WORK INSTRUCTION:
Write down nothing except how many lines in the entries contain "KeepBallLevel".

SOURCE RECORDS:
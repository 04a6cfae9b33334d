/**
 * The club rule set: plain JSON the server stores per club and version, the lead edits,
 * and the engine compiles. Parameter tables plus json-rules-engine rules.
 */
import type { ActivityKind } from './plan';
import type { AgeGroup, Focus, Level, PlanKind } from './plan-request';

export const AGE_BANDS = ['U6-U8', 'U9-U10', 'U11-U12', 'U13-U14', 'U15-adult'] as const;
export type AgeBand = (typeof AGE_BANDS)[number];

export interface GroupSize {
  min: number;
  preferred: number;
  max: number;
}

export interface KeepBallFormat {
  attackers: number;
  defenders: number;
}

export interface KeepBallLevel {
  /** Allowed formats, most preferred first. */
  formats: KeepBallFormat[];
  maxAttackersPerDefender: number;
}

/** Side lengths (m) for a reference group size; scaled with the square root of group size. */
export interface AreaSize {
  width: number;
  length: number;
  forPlayers: number;
  /** Bounds on the width (the across side); length keeps the table's proportion. */
  minWidth: number;
  maxWidth: number;
  /** Metres the width changes per progression step. */
  step: number;
}

export interface PhaseTemplateEntry {
  kind: ActivityKind;
  name: string;
  /** Relative share of the minutes. */
  share: number;
  /** Lower numbers are kept first when time is short. */
  priority: number;
}

export interface ActivityDefinition {
  id: string;
  kind: ActivityKind;
  title: string;
  description: string;
  coachingPoints: string[];
  /** 1 gentle … 5 match pace; phases are ordered by it. */
  intensity: number;
  /** Focuses this activity serves; preferred when the request names them. */
  focus: Focus[];
}

export interface KindRules {
  /** Players who can be busy at once; more than this wait. */
  activeSlots: number;
  ballsPerPlayer: number;
  minBallsPerStation: number;
  /** 'none' | 'one' needs a goal or gate | 'two' one at each end | 'breakout' optional gate. */
  goals: 'none' | 'one' | 'two' | 'breakout';
  /** Which way the area moves to make the activity harder. */
  harderWhenArea: 'smaller' | 'larger';
  /** Kinds tried, in order, when this one cannot be played. */
  substitutes: ActivityKind[];
  /** Whether groups of this kind may be rotated to a different side for layout. */
  rotatable: boolean;
}

export interface TouchRate {
  /** Estimated touches per player per minute with a ball to hand. */
  perMinute: number;
  /** Share of the minutes a player is on the ball or in play. */
  activeShare: number;
}

export interface RuleParameters {
  ageGroups: Record<AgeGroup, { index: number; band: AgeBand; allowedKinds: ActivityKind[] }>;
  groupSizes: Record<ActivityKind, Record<Level, GroupSize>>;
  keepBall: Record<Level, KeepBallLevel>;
  areas: Record<ActivityKind, Record<AgeBand, AreaSize>>;
  /** Multiplier on area sides by level (beginners get more room). */
  areaLevelScale: Record<Level, number>;
  phaseTemplates: Record<PlanKind, Record<AgeBand, PhaseTemplateEntry[]>>;
  timing: { minPhaseMinutes: number };
  kinds: Record<ActivityKind, KindRules>;
  touchRates: Record<ActivityKind, TouchRate>;
  touchTarget: { active: boolean; minPerPlayer: number; maxPerPlayer: number; fromMinutes: number };
  cautions: { heatC: number; coldC: number };
  layout: { bufferM: number; shotClearanceM: number; gateWidthM: number };
  allocation: { coachPenalty: number; fallbackStationPenalty: number };
  /** Share multiplier per kind when a focus rule fires (1 = as the template says). */
  focusBoost: Record<ActivityKind, number>;
  activities: ActivityDefinition[];
}

export type RuleCondition =
  | { all: RuleCondition[] }
  | { any: RuleCondition[] }
  | { not: RuleCondition }
  | { fact: string; operator: string; value: unknown; path?: string };

export type RuleEvent =
  | { type: 'set-parameter'; params: { path: string; value: unknown; effect: string } }
  | { type: 'forbid-activity'; params: { kind?: ActivityKind; activityId?: string; reason: string } }
  | { type: 'require-activity'; params: { kind: ActivityKind; reason: string } }
  | { type: 'warning'; params: { code: string; message: string } }
  | { type: 'caution'; params: { code: string; message: string; source?: string } }
  | {
      type: 'progression-step';
      params: { kind: ActivityKind; direction: 'harder' | 'easier' | 'keep'; reason: string };
    };

export interface ClubRule {
  id: string;
  description: string;
  conditions: { all: RuleCondition[] } | { any: RuleCondition[] };
  event: RuleEvent;
}

export interface RuleSetDocument {
  id: string;
  version: number;
  name: string;
  parameters: RuleParameters;
  rules: ClubRule[];
}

RESULT OF THIS EXERCISE:
2